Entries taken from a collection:

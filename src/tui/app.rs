//! The UI's state and what each key does. Drawing lives in `draw`; this module changes state
//! through the library (store, search, bench, engine) and never writes SQL. Slow work —
//! importing a folder, watching for exports, recomputing — runs on a worker thread with its own
//! connection and reports back over a channel, so the screen stays responsive.

use super::keys::{Action, KeyMap, Scope};
use crate::bench::{self, SpectrumFile};
use crate::derive::{calibration, engine};
use crate::report::plot::SeriesItem;
use crate::search::{self, Facts, Hit};
use crate::store::{Store, model};
use crossterm::event::{KeyCode, KeyEvent, KeyModifiers};
use serde_json::Value;
use std::path::PathBuf;
use std::sync::mpsc::{Receiver, Sender, channel};

#[derive(Debug, Clone, Copy, PartialEq, Eq)]
pub enum View {
    Ledger,
    Sheet,
    Shelf,
    Calibrations,
    Trail,
}

#[derive(Debug, Clone, Copy, PartialEq, Eq)]
pub enum FormKind {
    NewBatch,
    AddAliquot,
    NewVial,
    Draw,
    Move,
    Dispose,
    ChangeCurve,
    Watch,
    Import,
    VoidAliquot,
    ReinstateAliquot,
    EditAliquot,
    VoidBatch,
    ReinstateBatch,
    GoToBatch,
    ReinstateVial,
    MoveSpectrum,
}

#[derive(Debug, Clone)]
pub struct Form {
    pub kind: FormKind,
    pub title: String,
    pub fields: Vec<(String, String)>,
    pub focus: usize,
    /// The aliquot, batch or vial the form acts on, fixed when it opened (named in its title).
    pub target: Option<i64>,
}

impl Form {
    fn new(kind: FormKind, title: &str, fields: &[(&str, &str)]) -> Form {
        Form {
            kind,
            title: title.into(),
            fields: fields.iter().map(|(a, b)| (a.to_string(), b.to_string())).collect(),
            focus: 0,
            target: None,
        }
    }
    fn on(mut self, id: i64) -> Form {
        self.target = Some(id);
        self
    }
    fn get(&self, label: &str) -> String {
        self.fields
            .iter()
            .find(|f| f.0 == label)
            .map(|f| f.1.trim().to_string())
            .unwrap_or_default()
    }
}

/// Choosing export files from a folder.
#[derive(Debug, Clone, Default)]
pub struct Picker {
    pub folder: PathBuf,
    pub files: Vec<PathBuf>,
    pub selected: usize,
    pub abs: Option<PathBuf>,
    pub pl: Option<PathBuf>,
}

#[derive(Debug, Clone)]
pub enum Mode {
    Normal,
    Search,
    Help,
    Form(Form),
    Picker(Picker),
}
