/// An absorbance spectrum: the first exciton (a Gaussian in energy of width `sigma_ev`), two
/// higher transitions, a continuum rising towards the UV, a little scattering and noise.
pub fn absorbance(core: &str, peak_nm: f64, sigma_ev: f64, a1: f64, noise: f64, rng: &mut Rng) -> (Vec<f64>, Vec<f64>) {
    let (lo, hi, step) = grid(core);
    let e1 = HC_EV_NM / peak_nm;
    let (d2, d3) = match core {
        "PbS" | "PbSe" => (0.35, 0.9),
        "InP" => (0.25, 0.6),
        _ => (0.18, 0.5),
    };
    let n = ((hi - lo) / step).round() as usize + 1;
    let mut x = Vec::with_capacity(n);
    let mut y = Vec::with_capacity(n);
    for i in 0..n {
        let l = lo + i as f64 * step;
        let e = HC_EV_NM / l;
        let rise = 1.0 / (1.0 + (-(e - e1 - 0.25) / 0.12).exp());
        let v = a1 * gauss(e, e1, sigma_ev)
            + 0.45 * a1 * gauss(e, e1 + d2, sigma_ev * 1.3)
            + 0.8 * a1 * gauss(e, e1 + d3, sigma_ev * 2.0)
            + a1 * if core == "InP" { 1.6 } else { 0.9 } * rise * (1.0 + 1.5 * (e - e1).max(0.0))
            + 0.003 * (400.0 / l).powi(4)
            + noise * rng.normal();
        x.push(l);
        y.push(v);
    }
    (x, y)
}

/// A PL spectrum: a Gaussian in energy at `peak_nm`, scaled so its integral over wavelength is
/// `integral`, on a small dark-count baseline with noise.
pub fn photoluminescence(
    core: &str,
    peak_nm: f64,
    sigma_ev: f64,
    integral: f64,
    noise: f64,
    rng: &mut Rng,
) -> (Vec<f64>, Vec<f64>) {
    let (lo, hi, step) = match core {
        "PbS" | "PbSe" => (800.0, 1700.0, 2.0),
        _ => (peak_nm - 150.0, peak_nm + 150.0, 1.0),
    };
    let n = ((hi - lo) / step).round() as usize + 1;
    let e0 = HC_EV_NM / peak_nm;
    let x: Vec<f64> = (0..n).map(|i| lo + i as f64 * step).collect();
    let shape: Vec<f64> = x.iter().map(|l| gauss(HC_EV_NM / l, e0, sigma_ev)).collect();
    let area: f64 = shape.iter().sum::<f64>() * step;
    let y = shape
        .iter()
        .map(|s| s * integral / area + 20.0 + noise * rng.normal())
        .collect();
    (x, y)
}

fn csv_bytes(x: &[f64], y: &[f64]) -> Vec<u8> {
    let mut s = String::from("wavelength_nm,value\n");
    for (a, b) in x.iter().zip(y) {
        s.push_str(&format!("{a},{b:.6}\n"));
    }
    s.into_bytes()
}

/// The lab_meta key holding the last audit id the demo build wrote: any later change but a
/// lab_meta setting is work someone did in the demo lab.
const BUILT_THROUGH_KEY: &str = "demo_built_through_audit_id";

/// Refuses to overwrite a file that is not a demo lab, and (unless `force`) a demo lab that
/// holds work logged after it was built; removes an old demo lab.
pub fn prepare_file(path: &Path, force: bool) -> Result<()> {
    if !path.exists() || std::fs::metadata(path)?.len() == 0 {
        return Ok(());
    }
    let refuse = || {
        Error::Invalid(format!(
            "refusing to overwrite {}: it is not a demo lab",
            path.display()
        ))
    };
    crate::store::check_is_sqlite(path).map_err(|_| refuse())?;
    {
        let c = DemoMarks::open(path).ok_or_else(refuse)?;
        let is_demo = c.meta("demo").is_some_and(|v| v == "1");
        if !is_demo {
            return Err(refuse());
        }
        if !force {
            refuse_real_work(&c, path)?;
        }
    }
    std::fs::remove_file(path)?;
    for ext in ["-wal", "-shm"] {
        let mut side = path.as_os_str().to_os_string();
        side.push(ext);
        let _ = std::fs::remove_file(side);
    }
    Ok(())
}

/// Work is any audited change after the build's last one, except lab_meta settings (the
/// remembered bits a read may leave). A demo lab without the mark (built by an older cuvette,
/// or a build that stopped half way) cannot be told apart from one with work in it.
fn refuse_real_work(c: &DemoMarks, path: &Path) -> Result<()> {
    let through: Option<i64> = c.meta(BUILT_THROUGH_KEY).and_then(|v| v.parse().ok());
    let Some(through) = through else {
        return Err(Error::Invalid(format!(
            "refusing to rebuild the demo lab in {}: it does not record where the demo ended \
             (an older or unfinished build), so work logged in it cannot be ruled out; use --force to replace it",
            path.display()
        )));
    };
    let (count, first) = c.work_after(through)?;
    if count > 0 {
        return Err(Error::Invalid(format!(
            "refusing to rebuild the demo lab in {}: it holds work logged after the demo was built \
             ({count} change{}, the first: {}); use --force to replace it anyway",
            path.display(),
            if count == 1 { "" } else { "s" },
            first.unwrap_or_default()
        )));
    }
    Ok(())
}

struct Sample {
    minutes: Option<f64>,
    stage: Option<String>,
    peak_nm: f64,
    sigma_ev: f64,
    qy: Option<f64>,
}

fn core_of(material: &str) -> &str {
    material.split('/').next().unwrap_or(material)
}

fn growth_series(plan: &BatchPlan, final_peak: f64, rng: &mut Rng) -> Vec<Sample> {
    let core = core_of(&plan.material).to_string();
    let minutes = [0.5, 1.0, 2.0, 4.0, 7.0, 10.0, 14.0, 20.0];
    let (span, sigma_min, tau): (f64, f64, f64) = match core.as_str() {
        "PbS" => (220.0, 0.045, 1.5),
        "InP" => (45.0, 0.075, 6.0),
        _ => (55.0, 0.036, 4.0),
    };
    let failed = plan.status == BatchStatus::Failed;
    let turn = rng.range(5.0, 11.0);
    let qy_base = match plan.material.as_str() {
        "CdSe/ZnS" => rng.range(0.5, 0.8),
        "CdSe" => rng.range(0.15, 0.55),
        "InP" => rng.range(0.08, 0.35),
        _ => 0.0,
    };
    let n = plan.aliquots;
    let mut out = Vec::new();
    for (i, &t) in minutes.iter().enumerate().take(n) {
        let peak = final_peak - span * (-(t / tau)).exp() * if failed { 0.5 } else { 1.0 };
        let u = (t - turn) / turn;
        let growth = if u < 0.0 { 1.2 * u * u } else { (0.5 * u * u).min(0.8) };
        let mut sigma = sigma_min * (1.0 + growth) * rng.range(0.97, 1.03);
        if failed {
            sigma *= 2.2;
        }
        let has_pl = core != "PbS";
        out.push(Sample {
            minutes: Some(t),
            stage: None,
            peak_nm: peak,
            sigma_ev: sigma,
            qy: has_pl.then_some(qy_base * (0.6 + 0.4 * (i as f64 + 1.0) / n as f64)),
        });
    }
    out
}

Problem requirements →
What lines above contain the word "side"? Return each such line.

Response for this exercise →
        let mut side = path.as_os_str().to_os_string();
        side.push(ext);
        let _ = std::fs::remove_file(side);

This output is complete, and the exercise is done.